Similarly, Calan M et al.[30] and Song S et al.[31] revealed that betatrophin levels were higher in patients with PCOS than those in the control group. Moreover, Calan M et al.[30] demonstrated a positive correlation between betatrophin levels and HOMA-IR in patients with PCOS and control subjects, which is consistent with our present result. However, Song S et al.[31] determined that serum betatrophin levels were negatively correlated with HOMA-IR. Conversely, Erbag G et al.[32] in a small sample study (30 patients with PCOS and 27 without PCOS) identified significantly lower betatrophin levels in patients with PCOS. In the same study, betatrophin levels displayed a strong negative correlation with HOMA-IR. The different findings may be related to the use of different ELISA kits, different ethnic groups, or the design and sample size of each study.

To evaluate which parameters were independently associated with betatrophin levels in PCOS, a multiple regression analysis was performed. We identified HOMA-IR as the only parameter that remained statistically significant. We therefore conclude that insulin resistance was the primary contributing factor to elevated betatrophin concentrations in this cohort of patients with PCOS. Thus, betatrophin levels are evidence of a PCOS-associated disorder rather than a PCOS diagnosis, possibly indicating a state of oxidative stress and inflammation, and are strongly associated with insulin resistance in patients with PCOS.

The limitations of the present study included the relatively small sample size, which precluded stratification of groups by BMI for comparison, and the cross sectional nature, which prevented us from establishing causality. Another limitation in our study is the lack of assessment of betatrophin levels on different days of the menstrual cycle in subjects. Therefore, further studies are required to investigate the associations between betatrophin levels and clinical phenotype and pro-inflammatory markers in normal-weight versus obese women with PCOS, as well as to better characterize betatrophin secretion throughout the menstrual cycle.

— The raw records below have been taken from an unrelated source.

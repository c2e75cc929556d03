import { ApiProblem } from './api-problem.ts'

/** Why an act was not done, as the screens say it: what happened, what still holds, and what to do first. */
export interface ActWords {
  headline: string
  /** What holds. Empty where the headline says it all. */
  text: string
  first: 'read-again' | 'open-page' | 'sign-in' | null
}

/**
 * The words for an act on a revision that was refused, by the code of the problem.
 *
 * @param notDone  what was not done, for what still holds: "Nothing is signed."
 */
export function actWords(error: Error, notDone: string): ActWords {
  const code = error instanceof ApiProblem ? error.code : null
  switch (code) {
    case 'changed':
      return { headline: 'It changed while you were reading', text: notDone, first: 'read-again' }
    case 'may-not':
      // What is allowed depends on the state of the page: settled by somebody else, nothing is left to settle.
      return {
        headline: error.message,
        text: `${notDone} It may have been settled meanwhile.`,
        first: 'read-again',
      }
    case 'already-settled':
      return {
        headline: 'Already settled by somebody else',
        text: `${notDone} What you wrote is kept in this tab.`,
        first: 'read-again',
      }
    case 'base-superseded':
      return {
        headline: 'A newer revision is in force',
        text: `${notDone} This one was compared with another: return it, so that it can be sent again.`,
        first: 'open-page',
      }
    case 'not-signed-in':
      return {
        headline: 'You were signed out',
        text: `${notDone} What you wrote is kept in this tab, for you only.`,
        first: 'sign-in',
      }
    case 'network':
    case 'not-ready':
    case 'bug':
      return {
        headline: 'The library did not answer',
        text: `It is not known whether it took this. Read the page again before you try once more.`,
        first: 'read-again',
      }
    default:
      return { headline: error.message, text: '', first: null }
  }
}
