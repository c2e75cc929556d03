import { zodResolver } from '@hookform/resolvers/zod'
import { useForm } from 'react-hook-form'
import { changePassword } from '#shared/api/session.ts'
import { ApiProblem, fieldFault, generalFault } from '#src/api/api-problem.ts'
import { useChangePassword, useMe } from '#src/api/session.ts'
import { Button } from '#src/components/button.tsx'
import { FaultText } from '#src/components/field.tsx'
import { PasswordField } from '#src/components/password-field.tsx'
import { announce } from '#src/lib/announce.ts'

/** The present password and a new one. Every other session of the person ends. */
export function PasswordChange({ onDone }: { onDone: () => void }) {
  const me = useMe()
  const change = useChangePassword()
  const { register, handleSubmit, formState } = useForm({
    resolver: zodResolver(changePassword.body),
    defaultValues: { current: '', next: '' },
  })
  const submit = handleSubmit((body) =>
    change.mutate(body, {
      onSuccess: () => {
        announce('Password changed')
        onDone()
      },
    }),
  )
  const wrong = change.error instanceof ApiProblem && change.error.code === 'wrong-password'
  const general = wrong ? null : generalFault(change.error, 'next')
  return (
    <form onSubmit={submit} noValidate className="grid gap-3">
      <p className="text-ink-2">Every other session of yours ends. This one goes on.</p>
      {/* For password managers: which account the two passwords belong to. */}
      <input type="text" autoComplete="username" value={me?.email ?? ''} readOnly hidden />
      <PasswordField
        label="Present password"
        autoComplete="current-password"
        error={wrong ? 'Present password not right' : (formState.errors.current?.message ?? null)}
        {...register('current')}
      />
      <PasswordField
        label="New password"
        autoComplete="new-password"
        hint="15 characters or more. Several words are easier to keep than signs."
        error={formState.errors.next?.message ?? fieldFault(change.error, 'next')}
        {...register('next')}
      />
      {general !== null && (
        <div role="alert">
          <FaultText>{general}</FaultText>
        </div>
      )}
      <Button type="submit" look="first" pending={change.isPending} className="mt-1 justify-self-start">
        Change password
      </Button>
    </form>
  )
}
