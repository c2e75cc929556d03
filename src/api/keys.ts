/**
 * Keys of what is kept of the server's data. All but the session's carry the viewer's number (0: nobody signed in), so
 * that nothing one person may read is ever shown to the next one at the same browser.
 */
export const keys = {
  session: ['session'] as const,
  links: ['links'] as const,
  library: (viewer: number) => ['viewer', viewer, 'library'] as const,
  groups: (viewer: number) => ['viewer', viewer, 'groups'] as const,
  group: (viewer: number, group: string) => ['viewer', viewer, 'groups', group] as const,
  people: (viewer: number) => ['viewer', viewer, 'people'] as const,
  reviews: (viewer: number) => ['viewer', viewer, 'reviews'] as const,
  /** Everything of one page: its head, draft, sources and revisions lie under it. */
  page: (viewer: number, code: string) => ['viewer', viewer, 'pages', code] as const,
  pageHead: (viewer: number, code: string) => ['viewer', viewer, 'pages', code, 'head'] as const,
  draft: (viewer: number, code: string) => ['viewer', viewer, 'pages', code, 'draft'] as const,
  sources: (viewer: number, code: string) => ['viewer', viewer, 'pages', code, 'sources'] as const,
  revisions: (viewer: number, code: string) => ['viewer', viewer, 'pages', code, 'revisions'] as const,
  revision: (viewer: number, code: string, mark: string, other: string | null) =>
    ['viewer', viewer, 'pages', code, 'revisions', mark, other] as const,
}
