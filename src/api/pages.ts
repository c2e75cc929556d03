import { infiniteQueryOptions, queryOptions, useMutation, useQueryClient } from '@tanstack/react-query'
import {
  changePage,
  createPage,
  listPages,
  type OnsetKind,
  type RowState,
  readPage,
  removePage,
} from '#shared/api/pages.ts'
import type { ReadAccess } from '#shared/api/roles.ts'
import { call } from './client.ts'
import { keys } from './keys.ts'
import { useViewer } from './session.ts'

/** What narrows the library; all of it stands in the address. */
export interface LibraryFilters {
  q?: string
  onset?: OnsetKind[]
  state?: RowState[]
  group?: string[]
  sort?: 'changed' | 'code' | 'title'
}

/** Rows of the library, page after page, with the facet counts. */
export const libraryQuery = (viewer: number, filters: LibraryFilters) =>
  infiniteQueryOptions({
    queryKey: [...keys.library(viewer), filters] as const,
    queryFn: ({ signal, pageParam }) =>
      call(listPages, { query: { ...filters, cursor: pageParam ?? undefined, limit: 50 }, signal }),
    initialPageParam: null as string | null,
    getNextPageParam: (last) => last.next,
    // The old rows stay in sight while the new ones come.
    placeholderData: (before) => before,
  })

/** The head of a page: title block, state, and what the viewer may do there. */
export const pageQuery = (viewer: number, code: string) =>
  queryOptions({
    queryKey: keys.pageHead(viewer, code),
    queryFn: ({ signal }) => call(readPage, { params: { code }, signal }),
  })

export interface NewPage {
  group: string
  prefix: string
  title: string
  summary?: string
  field?: string
  /** A model document to begin with. */
  document?: unknown
  /** From newIdempotencyKey(): the same on every try, so that a lost answer makes no second page. */
  key: string
}

export function useCreatePage() {
  const queryClient = useQueryClient()
  const viewer = useViewer()
  return useMutation({
    mutationFn: ({ group, key, ...body }: NewPage) =>
      call(createPage, { params: { group }, body, idempotencyKey: key }),
    onSuccess: () => queryClient.invalidateQueries({ queryKey: keys.library(viewer) }),
  })
}

/** Who may read the page beyond its group. `etag` is the page's as read. */
export function useChangePage(code: string) {
  const queryClient = useQueryClient()
  const viewer = useViewer()
  return useMutation({
    mutationFn: ({ access, etag }: { access: ReadAccess; etag: string }) =>
      call(changePage, { params: { code }, body: { access }, ifMatch: etag }),
    onSuccess: (page) => {
      queryClient.setQueryData(pageQuery(viewer, code).queryKey, page)
      return queryClient.invalidateQueries({ queryKey: keys.library(viewer) })
    },
  })
}

/** Only a page that never had a revision sent. */
export function useRemovePage(code: string) {
  const queryClient = useQueryClient()
  const viewer = useViewer()
  return useMutation({
    mutationFn: ({ etag }: { etag: string }) => call(removePage, { params: { code }, ifMatch: etag }),
    onSuccess: () => {
      queryClient.removeQueries({ queryKey: keys.page(viewer, code) })
      return queryClient.invalidateQueries({ queryKey: keys.library(viewer) })
    },
  })
}
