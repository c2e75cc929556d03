import { queryOptions } from '@tanstack/react-query'
import { listReviews } from '#shared/api/reviews.ts'
import { call } from './client.ts'
import { keys } from './keys.ts'

/** To check, sent by the viewer, settled. */
export const reviewsQuery = (viewer: number) =>
  queryOptions({ queryKey: keys.reviews(viewer), queryFn: ({ signal }) => call(listReviews, { signal }) })
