import { queryOptions, useMutation, useQueryClient } from '@tanstack/react-query'
import type { z } from 'zod'
import { addSources, linkSource, listSources, removeSource, unlinkSource } from '#shared/api/sources.ts'
import { call } from './client.ts'
import { keys } from './keys.ts'
import { useViewer } from './session.ts'

/** The sources attached to the draft (members). A revision carries its own frozen ones. */
export const sourcesQuery = (viewer: number, code: string) =>
  queryOptions({
    queryKey: keys.sources(viewer, code),
    queryFn: ({ signal }) => call(listSources, { params: { code }, signal }),
  })

function useAfterChange(code: string) {
  const queryClient = useQueryClient()
  const viewer = useViewer()
  return () =>
    Promise.all([
      queryClient.invalidateQueries({ queryKey: keys.sources(viewer, code) }),
      queryClient.invalidateQueries({ queryKey: keys.pageHead(viewer, code) }),
    ])
}

export type NewSources = z.input<typeof addSources.body>
export type NewSourceLink = z.input<typeof linkSource.body>

/** `key` from newIdempotencyKey(), the same on every try. */
export function useAddSources(code: string) {
  const after = useAfterChange(code)
  return useMutation({
    mutationFn: ({ body, key }: { body: NewSources; key: string }) =>
      call(addSources, { params: { code }, body, idempotencyKey: key }),
    onSuccess: after,
  })
}

export function useRemoveSource(code: string) {
  const after = useAfterChange(code)
  return useMutation({
    mutationFn: (source: number) => call(removeSource, { params: { code, source } }),
    onSuccess: after,
  })
}

export function useLinkSource(code: string) {
  const after = useAfterChange(code)
  return useMutation({
    mutationFn: ({ source, body, key }: { source: number; body: NewSourceLink; key: string }) =>
      call(linkSource, { params: { code, source }, body, idempotencyKey: key }),
    onSuccess: after,
  })
}

export function useUnlinkSource(code: string) {
  const after = useAfterChange(code)
  return useMutation({
    mutationFn: (link: number) => call(unlinkSource, { params: { code, link } }),
    onSuccess: after,
  })
}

In conclusion, we have provided the first evidence that serum betatrophin concentrations were markedly increased in patients with PCOS compared with those of control subjects. Our findings also suggest a possible association between betatrophin levels and PCOS. However, additional studies are needed to elucidate the role of betatrophin in PCOS development and determine whether targeting betatrophin could hold promise for PCOS treatment.